Губы ее шептали беззвучно, руки не выпускали его. Пальцы были бескровны и дрожали. Смотрел Павел на эти пальцы. Совсем как льдинки были они.
— Закутай его хорошенько шалью. Очень холодно, Александр!
На груди Павла блеснули форменные гимназические пуговицы пальто. Сегодня утром они были в пансионе, представлялись воспитателю, и теперь Павлик был уже во всем казенном. Родное платьице его уложила, как святыню, мама в свой чемодан.
Когда надел Павел фуражку с веточками, фуражку настоящего гимназиста, — еще более почувствовал он себя взрослым и даже почему-то чужим.
— Так до свидания, милая мамочка, я буду тебе писать…
Мать стояла перед ним окаменевшая и все не сводила с него взгляда.
— Э-э! — грубо прокричал Александр. Борода его теперь ощетинилась, точно стала дыбом. — Сами же придумали это ученье — чего тут… того…
— Ну, идите… — чуть слышно сказала мать.
Как раз в это время в окно забили мутные струи, и Павлик воспользовался шумом, чтобы уйти.
За ним по коридору гостиницы шел с пакетами, свертками и шалью седобородый Александр.
Они дошли уже до выходной двери, как за ними раздался едва слышный, улетающий шепот:
— Шалью… шалью его укрой, Александр!
Еще что-то шепнула или сказала она, но вместо звука послышался быстрый, неровный шелест удалявшегося платья. Спеша Павлик пошел по лестнице вниз.
6
У подъезда, садясь на извозчика, он невольно, точно притягиваемый необоримой силой, глянул в окно. Белое, чужое лицо глядело на него через мутные стекла широко раскрытыми, немигавшими, остановившимися глазами. Неужели это мама смотрела?
— Э-э! — еще раз досадливо просипел древний повар и укутал Павлика шалью.

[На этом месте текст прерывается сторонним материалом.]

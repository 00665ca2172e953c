package mpo

import (
	"rundle/internal/dense"
	"rundle/mps/block"
)

// mixtures places the matrices of one side's mixtures in a slab. Mixtures of one term alone are read from the environment.
type mixtures[T dense.Scalar] struct {
	list    []mixture[T]
	env     *block.Structure
	left    bool
	sectors int       // of the ket's bond
	at      []int     // place by mixture * sectors + ket sector; -1 before its first use
	parts   []mixPart // what to fill in
	size    int
}

// mixPart is one matrix of a mixture: that of an environment block.
type mixPart struct{ mixture, block, at int }

func newMixtures[T dense.Scalar](list []mixture[T], env *block.Structure, left bool) *mixtures[T] {
	axis := 1
	if left {
		axis = 2
	}
	m := &mixtures[T]{list: list, env: env, left: left, sectors: len(env.Axes[axis].Sectors)}
	m.at = make([]int, len(list)*m.sectors)
	for i := range m.at {
		m.at[i] = -1
	}
	return m
}

// matrix tells where a mixture stands for a block of the environment, ket its sector on the ket's bond: the slab, the offset and the distance of
// rows there.
func (m *mixtures[T]) matrix(mix, e, ket int) (from operand, at, ld int) {
	x, b := &m.list[mix], &m.env.Blocks[e]
	rows, cols := b.Shape[1], b.Shape[2]
	from = rightMixed
	if m.left {
		rows, from = b.Shape[0], leftMixed
	}
	if len(x.terms) == 1 && x.unit == 0 {
		if m.left {
			return leftEnvironment, b.Offset + x.terms[0].inner*cols, b.Shape[1] * cols
		}
		return rightEnvironment, b.Offset + x.terms[0].inner*rows*cols, cols
	}
	if m.at[mix*m.sectors+ket] < 0 {
		s := slab{m.size}
		at = s.take(rows * cols)
		m.size = s.size
		m.at[mix*m.sectors+ket] = at
		m.parts = append(m.parts, mixPart{mix, e, at})
	}
	return from, m.at[mix*m.sectors+ket], cols
}

// fill writes all matrices to dst.
func (m *mixtures[T]) fill(dst, env []T) {
	for i := range m.parts {
		m.fillPart(i, dst, env)
	}
}

func (m *mixtures[T]) fillPart(i int, dst, env []T) {
	p := &m.parts[i]
	x, b := &m.list[p.mixture], &m.env.Blocks[p.block]
	rows, cols, ld, step := b.Shape[1], b.Shape[2], b.Shape[2], b.Shape[1]*b.Shape[2]
	if m.left {
		rows, ld, step = b.Shape[0], b.Shape[1]*b.Shape[2], b.Shape[2]
	}
	for r := range rows {
		row := dst[p.at+r*cols:][:cols]
		for k, t := range x.terms {
			from := b.Offset + t.inner*step + r*ld
			if k == 0 {
				copy(row, env[from:from+cols])
				dense.Scale(t.value, row)
			} else {
				dense.Axpy(t.value, env[from:from+cols], row)
			}
		}
		if x.unit != 0 {
			row[r] += x.unit
		}
	}
}

// isIdentity tells whether an environment is exactly the identity at an index of its MPO bond: growth across isometries makes it so.
func isIdentity[T dense.Scalar](env *block.Tensor[T], left bool, at place) bool {
	bond, bra, ket := 1, 0, 2
	if !left {
		bond, bra, ket = 0, 2, 1
	}
	if at == nowhere || env.Axes[bond].Sectors[at.sector].Charge != (block.Charge{}) || !env.Axes[bra].Equal(env.Axes[ket].Reversed()) {
		return false
	}
	for i := range env.Blocks {
		b := &env.Blocks[i]
		if b.Sectors[bond] != at.sector {
			continue
		}
		n := b.Shape[2]
		data, ld := env.Data[b.Offset+at.inner*n*n:], n
		if left {
			data, ld = env.Data[b.Offset+at.inner*n:], b.Shape[1]*n
		}
		for r := range n {
			for c, x := range data[r*ld : r*ld+n] {
				if r == c && x != 1 || r != c && x != 0 {
					return false
				}
			}
		}
	}
	return true
}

Извозчик задергал лошадь, задвигал плечами; ехали кривыми улицами, полными луж.
— Тоже помещики!.. — услышал над собою Павлик голос Александра. — Родных дитюв по городам рассылают.
И на всю улицу раздался плачущий голос Павлика-
— Нет, ты маму не ругай! Она очень добрая, а ты — дурак!
Оглянулся даже извозчик желтыми любопытными глазами; губы Александра сердито зашлепали; задвигав бровями, он накинулся на извозчика:
— Поезжай скорей, чего уставился! Возьми мерина под жабры.
— Какого мерина? — раздвинув концы шали, спросил Павлик.
Александр не отвечал. Чтобы не сердить старика ведь был он теперь из своих единственный, — Павел совсем прикрыл голову шалью и только посматривал в дырочку: не сердятся ли они? Но те уже беседовали мирно. Александр, видимо, рассказывал извозчику про Павликова отца: «Вот роздали мужикам имение, а сами впустую… В Москве померши, и жить стало нечем»… Как ни хотелось Павлику вступиться за отца, он не решился вмешаться. И извозчик и повар оба неодобрительно качали головами. Злой, промокший городовой угрюмо жевал баранку на площади. С носа, со щек и усов его текло, палец у него был кривой и черный, как гвоздь.
Лошадь еле трюхала по улике, прядая ушами, точно топталась на месте; забыв про нее, извозчик продолжал беседу с поваром. В дыру шали видна была Павлику намокшая белая борода Александра, теперь свисшая петушиным хвостом, да чудовищная шапка, нахлобученная на старые, сморщенные, волосатые уши. Насколько можно было понять, и тот и другой бранили ученье.